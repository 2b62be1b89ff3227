/** Which fields each kind of block shows, the value first since it is what is changed most, and the edits that keep them. */

import { type Block, displayName, type Edit } from '../../diagram/index.ts';

export interface BlockField {
  readonly field: string;
  readonly label: string;
  readonly text: string;
}

/** The block's fields with their present texts, in the order they are shown. */
export function fieldsOf(block: Block): readonly BlockField[] {
  return [...valueFields(block), { field: 'note', label: 'note', text: block.note ?? '' }];
}

/** Edits for the fields whose text differs from the present one; none where nothing was changed. */
export function fieldEdits(block: Block, written: (field: string) => string): readonly Edit[] {
  return fieldsOf(block).flatMap(({ field, text }): readonly Edit[] => {
    const value = written(field).trim();
    if (value === text) return [];
    if (field === 'name') return [{ kind: 'renameBlock', id: block.id, name: value }];
    return [{ kind: 'setField', id: block.id, field, value }];
  });
}

function valueFields(block: Block): readonly BlockField[] {
  const name = { field: 'name', label: 'name', text: displayName(block) };
  switch (block.kind) {
    case 'input':
    case 'output':
      return [name, { field: 'unit', label: 'unit', text: block.unit ?? '' }];
    case 'gain':
      return [{ field: 'gain', label: 'gain', text: block.gain }, name];
    case 'summer':
      return [{ field: 'signs', label: 'signs', text: block.signs }, name];
    case 'integrator':
      return [
        { ...name, label: 'state' },
        { field: 'initial', label: 'initial value', text: block.initial ?? '0' },
        { field: 'unit', label: 'unit', text: block.unit ?? '' },
      ];
    case 'transfer-function':
      return [
        { field: 'numerator', label: 'numerator', text: block.numerator },
        { field: 'denominator', label: 'denominator', text: block.denominator },
        name,
      ];
    case 'delay':
      return [
        { field: 'time', label: 'dead time / s', text: block.time },
        { field: 'order', label: 'Padé order', text: String(block.order ?? 2) },
        name,
      ];
    case 'limiter':
      return [
        { field: 'lower', label: 'lower limit', text: block.lower },
        { field: 'upper', label: 'upper limit', text: block.upper },
        name,
      ];
    case 'differentiator':
    case 'state-model':
    case 'group':
      return [name];
    default:
      return unreachable(block);
  }
}

function unreachable(block: never): never {
  throw new Error(`a block of no known kind: ${JSON.stringify(block)}`);
}
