/** Geometry that came out as it was before stays the same object, so that its block is not drawn again. */

import type { BlockGeometry, SheetGeometry } from '../../diagram/geometry/index.ts';

/** `next` with the former object wherever nothing in it differs. */
export function keptGeometry(former: SheetGeometry | undefined, next: SheetGeometry): SheetGeometry {
  if (former === undefined) return next;
  const kept = new Map<string, BlockGeometry>();
  for (const [id, geometry] of next) {
    const before = former.get(id);
    kept.set(id, before !== undefined && isSame(before, geometry) ? before : geometry);
  }
  return kept;
}

/** Whether two plain values hold the same; geometry is shallow, so recursion is a few levels deep. */
function isSame(a: unknown, b: unknown): boolean {
  if (Object.is(a, b)) return true;
  if (typeof a !== 'object' || typeof b !== 'object' || a === null || b === null) return false;
  const keys = Object.keys(a);
  if (keys.length !== Object.keys(b).length) return false;
  return keys.every(key => isSame(Reflect.get(a, key), Reflect.get(b, key)));
}
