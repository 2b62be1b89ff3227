/** Responses on demand: the linear answer beside the true one, and what limiters and integrators did. */

import { describe, expect, test } from 'vitest';
import { compile } from '../../../src/compile/index.ts';
import { type Block, type Diagram, readDiagram } from '../../../src/diagram/index.ts';
import { answer, type ResponseQuestion } from '../../../src/worker/topics/response.ts';
import { draw, gain, input, integrator, output, quotient, sum } from '../../arbitraries/draw.ts';
import lagging from '../../reference/cases/dead-time-loop-margins-and-steps.json';
import positioner from '../../reference/cases/rate-limited-positioner.json';
import { valueOf } from '../results.ts';

function asked(diagram: Diagram, question: Partial<ResponseQuestion> = {}) {
  const derivation = valueOf(compile(diagram));
  const whole: ResponseQuestion = {
    input: 0,
    outputs: [0],
    stimulus: { kind: 'step', size: 1 },
    horizon: null,
    fromInitial: false,
    ...question,
  };
  return valueOf(answer({ diagram, derivation }, whole));
}

const read = (drawing: object) => valueOf(readDiagram(JSON.stringify(drawing)));
const limiter = (id: string, lower: string, upper: string): Block => ({ id, kind: 'limiter', lower, upper });

/** The value of the first curve at a time that is one of the samples. */
function at(curves: ReturnType<typeof asked>['linear'] | null, t: Float64Array, time: number): number {
  if (curves === null || 'reason' in curves) throw new Error('no curve');
  return curves.values[0]?.[t.findIndex(each => Math.abs(each - time) < 1e-9)] ?? Number.NaN;
}

describe('a response on demand', () => {
  test('has the true dead time beside the approximation, and the figures of the true one', () => {
    const found = asked(read(lagging.diagram), { horizon: 8 });
    expect(found).toMatchObject({ hasDeadTime: true, hasLimiter: false });
    // On the second second y = (t − 1)/2 (method of steps); the approximation answers at once.
    expect(at(found.actual, found.t, 1.5)).toBeCloseTo(0.25, 12);
    expect(at(found.actual, found.t, 0.5)).toBe(0);
    expect(Math.abs(at(found.linear, found.t, 0.5))).toBeGreaterThan(0.01);
    // y = Σ (−1)^(k − 1) (t − k)^k / (2^k k!) over the whole seconds k that have passed; its largest value lies between 3 and 5 s.
    const piece = (t: number) => (t - 1) / 2 - (t - 2) ** 2 / 8 + (t - 3) ** 3 / 48 - (t > 4 ? (t - 4) ** 4 / 384 : 0);
    const times = Array.from({ length: 200_001 }, (_, k) => 3 + k / 100_000);
    const largest = times.reduce((most, t) => Math.max(most, piece(t)), 0);
    expect(found.figures?.overshootPercent).toBeCloseTo(100 * (largest - 1), 6);
    expect(piece(found.figures?.peakTime ?? 0)).toBeCloseTo(largest, 9);
  });

  test('of a drawing without them is the linear one alone', () => {
    const lag = draw([input('u'), quotient('g', '1', 's + 1'), output('y')], ['u -> g', 'g -> y']);
    expect(asked(lag)).toMatchObject({ actual: null, hasDeadTime: false, hasLimiter: false, clippings: [] });
  });

  test('says when a limiter clipped and that nothing wound up', () => {
    const found = asked(read(positioner.diagram), { horizon: 2 });
    expect(found.clippings).toHaveLength(1);
    expect(found.clippings[0]).toMatchObject({ limiter: 'clip', side: 'upper', from: 0, windUp: [] });
    expect(found.clippings[0]?.to).toBeCloseTo(0.75, 10);
    // The carriage is at 1 − e^(−4 (t − 0.75)) / 4: 90 % at 0.75 + ln(2.5) / 4
    expect(found.figures?.riseTime10to90).toBeCloseTo(0.75 + Math.log(2.5) / 4 - 0.1, 9);
    expect(found.figures?.settlingTime2percent).toBeCloseTo(0.75 + Math.log(12.5) / 4, 9);
  });

  test('names the integrator that winds up, and by how much', () => {
    // v = sat(q) at 0.5 with q′ = 1: clipped from 0.5 s on, and q goes on to 2
    const drawing = draw(
      [input('u'), integrator('q'), limiter('valve', '-1/2', '1/2'), output('y')],
      ['u -> q', 'q -> valve', 'valve -> y'],
    );
    const { clippings } = asked(drawing, { horizon: 2 });
    expect(clippings).toHaveLength(1);
    expect(clippings[0]?.from).toBeCloseTo(0.5, 12);
    expect(clippings[0]?.to).toBe(2);
    expect(clippings[0]?.windUp.map(({ state }) => state)).toEqual(['q']);
    expect(clippings[0]?.windUp[0]?.change).toBeCloseTo(1.5, 12);
  });

  test('a sine is shown for eight periods, a record to its end', () => {
    const lag = draw([input('u'), quotient('g', '1', 's + 1'), output('y')], ['u -> g', 'g -> y']);
    expect(asked(lag, { stimulus: { kind: 'sine', size: 1, omega: 0.1 } }).horizon.duration).toBeCloseTo(
      160 * Math.PI,
      9,
    );
    const stimulus = { kind: 'recorded', time: [0, 50], values: [0, 1] } as const;
    expect(asked(lag, { stimulus }).horizon.duration).toBe(50);
  });

  test('moves from the initial values with no input driven', () => {
    const free = draw(
      [{ id: 'x', kind: 'integrator', initial: '3' }, gain('g', '-2'), output('y')],
      ['x -> g', 'g -> x', 'x -> y'],
    );
    const found = asked(free, { input: null, stimulus: { kind: 'none' }, fromInitial: true, horizon: 4 });
    expect(at(found.linear, found.t, 1)).toBeCloseTo(3 * Math.exp(-2), 12);
  });

  test('what cannot be simulated is said beside the linear answer', () => {
    // A differentiator on a limiter's output has no motion of its own to follow.
    const drawing = draw(
      [
        input('u'),
        limiter('l', '-1', '1'),
        { id: 'd', kind: 'differentiator' },
        quotient('f', '1', 's^2 + s + 1'),
        sum('e', '++'),
        output('y'),
      ],
      ['u -> f', 'f -> l', 'l -> d', 'd -> e', 'f -> e:1', 'e -> y'],
    );
    const found = asked(drawing, { horizon: 3 });
    expect(found.hasLimiter).toBe(true);
    expect(found.actual).toHaveProperty('reason');
    expect(found.linear).toHaveProperty('values');
  });
});
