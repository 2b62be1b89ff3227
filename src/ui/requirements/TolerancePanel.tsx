/** The judgement over the whole tolerance of the parameters: how many points, a bar while it runs, the worst cases after. */

import { useId, useState } from 'react';
import { DEFAULT_SAMPLES, MOST_SAMPLES, tolerancePlan } from '../../analysis/index.ts';
import { isJudgedDrawing } from '../answers/index.ts';
import { PanelEmpty } from '../results/index.ts';
import { type State, type TolerancesSlice, useStore } from '../store/index.ts';
import { LabelledField } from './LabelledField.tsx';
import { judge, stopJudging } from './run-judgement.ts';
import { ToleranceTable } from './ToleranceTable.tsx';
import { WorstTable } from './WorstTable.tsx';

const diagram = (state: State) => state.document.diagram;
const tolerances = (state: State) => state.tolerances;

/** Seeds that the generator takes. */
const LARGEST_SEED = 2 ** 31 - 2;

export function TolerancePanel() {
  const headingId = useId();
  const drawing = useStore(diagram);
  const judged = useStore(tolerances);
  const [samples, setSamples] = useState(String(DEFAULT_SAMPLES));
  const [seed, setSeed] = useState('1');
  const hasTolerance = drawing.parameters.some(({ tolerance }) => tolerance !== undefined);
  const fault = faultOf(samples, seed);
  const plan = fault === null ? tolerancePlan(drawing, { samples: Number(samples), seed: Number(seed) }) : null;
  const isRunning = judged?.status === 'running';
  return (
    <section className="tolerance-panel" aria-labelledby={headingId}>
      <h3 id={headingId}>Over the tolerances of the parameters</h3>
      {drawing.parameters.length === 0 ? <PanelEmpty>The drawing has no parameters.</PanelEmpty> : <ToleranceTable />}
      {hasTolerance && (
        <>
          <div className="tolerance-choice">
            <LabelledField label="Random points" value={samples} onChange={setSamples} />
            <LabelledField label="Seed" value={seed} onChange={setSeed} />
            {isRunning ? (
              <button type="button" className="button" onClick={stopJudging}>
                Stop
              </button>
            ) : (
              <button
                type="button"
                className="button"
                disabled={plan === null || !plan.ok}
                onClick={() => plan?.ok && void judge(plan.value)}
              >
                Judge {plan?.ok ? `at ${plan.value.points.length} points` : ''}
              </button>
            )}
          </div>
          <p className="requirement-fault" role="alert">
            {fault ?? (plan !== null && !plan.ok ? plan.problems[0]?.message : '')}
          </p>
        </>
      )}
      {judged !== null && <Outcome judged={judged} isCurrent={isJudgedDrawing(judged, drawing)} />}
    </section>
  );
}

function faultOf(samples: string, seed: string): string | null {
  const whole = (text: string) => (/^\d+$/.test(text.trim()) ? Number(text) : Number.NaN);
  if (!(whole(samples) <= MOST_SAMPLES)) return `Random points: write a whole number up to ${MOST_SAMPLES}.`;
  if (!(whole(seed) >= 1 && whole(seed) <= LARGEST_SEED))
    return `Seed: write a whole number from 1 to ${LARGEST_SEED}.`;
  return null;
}

function Outcome({ judged, isCurrent }: { readonly judged: TolerancesSlice; readonly isCurrent: boolean }) {
  const { status, done, plan } = judged;
  const all = plan.points.length;
  switch (status) {
    case 'running':
      return (
        <p className="tolerance-progress">
          <progress max={all} value={done} aria-label="Points judged" /> {done} of {all}
        </p>
      );
    case 'stopped':
      return <PanelEmpty>Stopped before the end.</PanelEmpty>;
    case 'failed':
      return <PanelEmpty>The judgement stopped unexpectedly. Try it with fewer points.</PanelEmpty>;
    case 'finished':
      return (
        <>
          <p role="status">
            {isCurrent ? '' : 'Of the drawing before its last change: judge again. '}
            {all} points, {plan.hasEveryCorner ? 'every corner' : '1,024 random corners'} among them. Points can refute
            a requirement, they do not prove it.
          </p>
          <WorstTable judged={judged} isCurrent={isCurrent} />
        </>
      );
    default:
      return status satisfies never;
  }
}
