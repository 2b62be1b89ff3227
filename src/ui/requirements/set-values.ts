/** Sets the drawing's parameters to a point of a tolerance plan, one undo step. */

import { diagramAt, type TolerancePlan, type TolerancePoint } from '../../analysis/index.ts';
import type { Edit } from '../../diagram/index.ts';
import { actions, store } from '../store/index.ts';

/** The values are written as the drawing's own plus or minus what they are moved by, so that nothing is rounded. */
export function setValues({ parameters }: TolerancePlan, point: TolerancePoint): void {
  const { diagram } = store.getState().document;
  const moved = diagramAt(diagram, parameters, point);
  const edits = moved.parameters.flatMap(({ name, value }, i): Edit[] =>
    value === diagram.parameters[i]?.value ? [] : [{ kind: 'setParameter', name, value }],
  );
  if (edits.length > 0) actions.editTogether(edits, 'Set the parameters to the worst case. Undo brings them back.');
}
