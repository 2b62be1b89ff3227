/** Keys on the sheet: parts by their letter, moving by squares, wiring, mirroring, removing, and the write-a-block line. */

import { useEffect } from 'react';
import { GRID } from '../../diagram/geometry/index.ts';
import { isTextField } from '../shell/usePageKeys.ts';
import { actions, store } from '../store/index.ts';
import { beginWriting } from '../write-line/begin-writing.ts';
import { partOf } from '../write-line/parts.ts';
import { placePart } from '../write-line/place-block.ts';
import { shownTitle } from './block-sentence.ts';
import { connectBlocks } from './connect-blocks.ts';
import { focusedBlock } from './focus-block.ts';
import { removeSelected } from './remove-selected.ts';
import { useFit } from './useFit.ts';

const MOVES: Readonly<Record<string, readonly [number, number]>> = {
  ArrowLeft: [-GRID, 0],
  ArrowRight: [GRID, 0],
  ArrowUp: [0, -GRID],
  ArrowDown: [0, GRID],
};

/** Squares that an arrow key moves with Shift held. */
const LONG_MOVE = 5;

/** Listens while the focus is on the sheet, or nowhere in particular. */
export function useSheetKeys(): void {
  const fitDrawing = useFit();
  useEffect(() => {
    const onKey = (event: KeyboardEvent) => {
      if (event.defaultPrevented || event.altKey || isTextField(event.target) || !isOnSheet(event.target)) return;
      const isDone =
        event.ctrlKey || event.metaKey
          ? selectAll(event.key)
          : plainKey(event) || writingKey(event.key) || viewKey(event.key, fitDrawing);
      if (isDone) event.preventDefault();
    };
    window.addEventListener('keydown', onKey);
    return () => window.removeEventListener('keydown', onKey);
  }, [fitDrawing]);
}

function isOnSheet(target: EventTarget | null): boolean {
  if (document.querySelector('dialog[open]') !== null) return false;
  return target === document.body || (target instanceof Element && target.closest('.sheet') !== null);
}

function selectAll(key: string): boolean {
  if (key.toLowerCase() !== 'a') return false;
  actions.selectBlocks(store.getState().document.diagram.blocks.map(({ id }) => id));
  return true;
}

/** Whether the key did something to blocks. */
function plainKey({ key, shiftKey }: KeyboardEvent): boolean {
  const move = MOVES[key];
  if (move !== undefined) return moveSelected(move, shiftKey ? LONG_MOVE : 1);
  switch (key) {
    case 'Enter':
      return enter();
    case ' ':
      return toggleFocused();
    case 'Escape':
      return letGo();
    case 'Delete':
    case 'Backspace':
      return removeSelected();
    case 'm':
      return mirrorSelected();
    case 'w':
      return beginWire();
    default:
      return key.length === 1 && key === key.toLowerCase() && placeByKey(key);
  }
}

function placeByKey(key: string): boolean {
  const part = partOf(key);
  if (part === undefined || part.key !== key.toUpperCase()) return false;
  placePart(part.id, null);
  return true;
}

function moveSelected([dx, dy]: readonly [number, number], squares: number): boolean {
  const ids = [...chosen()];
  if (ids.length === 0) return false;
  actions.edit({ kind: 'moveBlocks', ids, dx: dx * squares, dy: dy * squares });
  return true;
}

/** The selected blocks, else the one that has the focus. */
function chosen(): ReadonlySet<string> {
  const { blocks } = store.getState().selection;
  const focused = focusedBlock();
  return blocks.size > 0 || focused === null ? blocks : new Set([focused]);
}

/** Ends a wire that was begun, else opens the fields of the block in focus. */
function enter(): boolean {
  const { wiringFrom } = store.getState().view;
  const target = focusedBlock() ?? [...store.getState().selection.blocks][0];
  if (target === undefined) return false;
  if (wiringFrom === null) actions.editFields(target);
  else if (connectBlocks([wiringFrom, 0], [target, null])) actions.beginWire(null);
  return true;
}

function toggleFocused(): boolean {
  const focused = focusedBlock();
  if (focused === null) return false;
  const blocks = new Set(store.getState().selection.blocks);
  if (!blocks.delete(focused)) blocks.add(focused);
  actions.selectBlocks(blocks);
  return true;
}

function letGo(): boolean {
  actions.beginWire(null);
  actions.editFields(null);
  actions.selectBlocks([]);
  return true;
}

function mirrorSelected(): boolean {
  const ids = [...chosen()];
  if (ids.length === 0) return false;
  actions.edit({ kind: 'mirrorBlocks', ids }, 'Mirrored.');
  return true;
}

function beginWire(): boolean {
  const from = focusedBlock() ?? [...store.getState().selection.blocks][0];
  const block = store.getState().document.diagram.blocks.find(({ id }) => id === from);
  if (block === undefined) return false;
  actions.beginWire(block.id);
  actions.notify(`Wire from ${shownTitle(block)}: go to the block it leads to and press Enter. Escape lets go.`);
  return true;
}

/** What starts the write-a-block line: digits, brackets, signs, and capital letters, since small ones place parts. */
function writingKey(key: string): boolean {
  if (!/^[0-9A-Z([+\->.]$/.test(key)) return false;
  beginWriting(key);
  return true;
}

function viewKey(key: string, fitDrawing: (glide: boolean) => void): boolean {
  if (key === 'z') fitDrawing(true);
  else if (key === '?') actions.openDialog('keys');
  else return false;
  return true;
}
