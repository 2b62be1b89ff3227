/** Grips in the middle of a selected wire's straight pieces: dragged sideways, they bend it, as one undo step. */

import { type PointerEvent, useState } from 'react';
import { GRID, HALF_GRID } from '../../diagram/geometry/index.ts';
import type { Point } from '../../diagram/index.ts';
import { bendWire } from '../commands/bend-chosen.ts';
import { bentVia, type Piece, piecesOf } from './bend-wire.ts';
import { placeOf } from './pointer.ts';
import { wirePath } from './wire-path.ts';

/** Pieces shorter than this have no room for a grip. */
const SHORTEST = 2 * GRID;

/** What is seen of a grip and what the hand finds, sheet units. */
const SEEN = { along: 14, across: 6 } as const;
const FOUND = 22;

interface BendGripsProps {
  /** The wire's key. */
  readonly wire: string;
  readonly points: readonly Point[];
}

export function BendGrips({ wire, points }: BendGripsProps) {
  const [bent, setBent] = useState<readonly Point[] | null>(null);
  const viaAt = (piece: Piece, { clientX, clientY }: PointerEvent): readonly Point[] => {
    const place = placeOf(clientX, clientY)[piece.isHorizontal ? 1 : 0];
    return bentVia(points, piece, Math.round(place / HALF_GRID) * HALF_GRID, GRID);
  };
  return (
    <>
      {bent !== null && <path className="wire wire-drawn" d={wirePath(bent)} />}
      {piecesOf(points)
        .filter(({ length }) => length >= SHORTEST)
        .map(piece => (
          <Grip
            key={piece.index}
            piece={piece}
            onDrag={event => {
              const [first, last] = [points[0], points.at(-1)];
              if (first !== undefined && last !== undefined) setBent([first, ...viaAt(piece, event), last]);
            }}
            onDrop={event => {
              if (bent !== null) bendWire(wire, viaAt(piece, event));
              setBent(null);
            }}
          />
        ))}
    </>
  );
}

interface GripProps {
  readonly piece: Piece;
  readonly onDrag: (event: PointerEvent) => void;
  readonly onDrop: (event: PointerEvent) => void;
}

function Grip({ piece: { middle, isHorizontal }, onDrag, onDrop }: GripProps) {
  const [width, height] = isHorizontal ? [SEEN.along, SEEN.across] : [SEEN.across, SEEN.along];
  return (
    <g
      className={`bend-grip bend-grip-${isHorizontal ? 'down' : 'across'}`}
      transform={`translate(${middle[0]} ${middle[1]})`}
      onPointerDown={event => {
        if (event.button !== 0) return;
        event.stopPropagation();
        event.currentTarget.setPointerCapture(event.pointerId);
      }}
      onPointerMove={event => {
        if (event.currentTarget.hasPointerCapture(event.pointerId)) onDrag(event);
      }}
      onPointerUp={onDrop}
      onPointerCancel={onDrop}
    >
      <rect className="grip-reach" x={-FOUND / 2} y={-FOUND / 2} width={FOUND} height={FOUND} />
      <rect className="grip-seen" x={-width / 2} y={-height / 2} width={width} height={height} />
    </g>
  );
}
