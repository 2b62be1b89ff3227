/** The wire under the hand while it is drawn: at right angles, from its port or its branching point to the pointer. */

import type { ConnectionLineComponentProps, Position } from 'reactflow';
import type { Side } from '../../diagram/geometry/index.ts';
import { elbowRoute, type PortEnd } from '../../diagram/routing/index.ts';
import { type BranchStart, wireGesture } from './wire-gesture.ts';
import { arrowHead, wirePath } from './wire-path.ts';

const SIDES: Readonly<Record<Position, Side>> = { left: 'left', right: 'right', top: 'top', bottom: 'bottom' };

/** Radius of the dot at a branching point, as those on the sheet. */
const DOT = 3.5;

export function DrawnWire({ fromX, fromY, toX, toY, fromHandle, toPosition }: ConnectionLineComponentProps) {
  const gesture = wireGesture();
  const branch = gesture?.kind === 'branch' ? gesture.start : null;
  const port = { x: fromX, y: fromY, side: SIDES[fromHandle.position] };
  const here = branch === null ? port : branchEnd(branch, toX, toY);
  const there = { x: toX, y: toY, side: SIDES[toPosition] };
  const points = fromHandle.type === 'target' ? elbowRoute(there, here) : elbowRoute(here, there);
  return (
    <g>
      <path className="wire wire-drawn" d={wirePath(points)} />
      <path className="wire-head wire-drawn" d={arrowHead(points)} />
      {branch !== null && <circle className="wire-head" cx={branch.at[0]} cy={branch.at[1]} r={DOT} />}
    </g>
  );
}

/** A branch leaves its wire at right angles, towards the pointer. */
function branchEnd({ at: [x, y], isHorizontal }: BranchStart, toX: number, toY: number): PortEnd {
  const side: Side = isHorizontal ? (toY < y ? 'top' : 'bottom') : toX < x ? 'left' : 'right';
  return { x, y, side };
}
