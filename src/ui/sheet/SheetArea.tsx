/** The left of the page: the sheet with its commands, the title block in its corner, the write-a-block line below. */

import './sheet.css';
import './sheet-tools.css';
import { lazy, Suspense } from 'react';
import { ReactFlowProvider } from 'reactflow';
import { WriteLine } from '../write-line/WriteLine.tsx';
import { BlockCard } from './BlockCard.tsx';
import { FindField } from './FindField.tsx';
import { Sheet } from './Sheet.tsx';
import { SheetToolbar } from './SheetToolbar.tsx';

/** After the drawing and its matrices: what is read first need not wait for what is edited later. */
const TitleBlock = lazy(() =>
  import('../title-block/TitleBlock.tsx').then(({ TitleBlock }) => ({ default: TitleBlock })),
);

export function SheetArea() {
  return (
    <ReactFlowProvider>
      <section className="sheet-area" aria-label="Sheet">
        <SheetToolbar />
        <FindField />
        <Sheet />
        <BlockCard />
        <Suspense fallback={null}>
          <TitleBlock />
        </Suspense>
        <WriteLine />
      </section>
    </ReactFlowProvider>
  );
}
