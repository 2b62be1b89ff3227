/** What the newest derivation says about one block: wrong, or in an algebraic loop. */

import type { ResultsSlice, State } from '../store/index.ts';
import { useStore } from '../store/index.ts';

export type BlockMark = 'wrong' | 'loop' | null;

export function useBlockMark(id: string): BlockMark {
  return useStore((state: State) => {
    const { wrong, loop } = markedBlocks(state.results);
    return wrong.has(id) ? 'wrong' : loop.has(id) ? 'loop' : null;
  });
}

interface MarkedBlocks {
  readonly wrong: ReadonlySet<string>;
  readonly loop: ReadonlySet<string>;
}

/** Worked out once for each answer, not once a block. */
const known = new WeakMap<object, MarkedBlocks>();

function markedBlocks({ problems, derivation }: ResultsSlice): MarkedBlocks {
  const answer = derivation ?? problems;
  const before = known.get(answer);
  if (before !== undefined) return before;
  const marked = {
    wrong: new Set(problems.flatMap(({ blocks }) => blocks.map(topOf))),
    loop: new Set(derivation?.loops.flatMap(({ blocks }) => blocks.map(topOf)) ?? []),
  };
  known.set(answer, marked);
  return marked;
}

/** The block of the top sheet that a path leads through. */
function topOf(path: string): string {
  return path.split('.', 1)[0] ?? path;
}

□ □ □ □ □

* **WHAT IS NEEDED**: Using the material above, find each line that holds "nothing" and copy that line.

* **ANSWER SECTION**:
/** Edits for the fields whose text differs from the present one; none where nothing was changed. */
/** `next` with the former object wherever nothing in it differs. */
  test('says when a limiter clipped and that nothing wound up', () => {
/** The values are written as the drawing's own plus or minus what they are moved by, so that nothing is rounded. */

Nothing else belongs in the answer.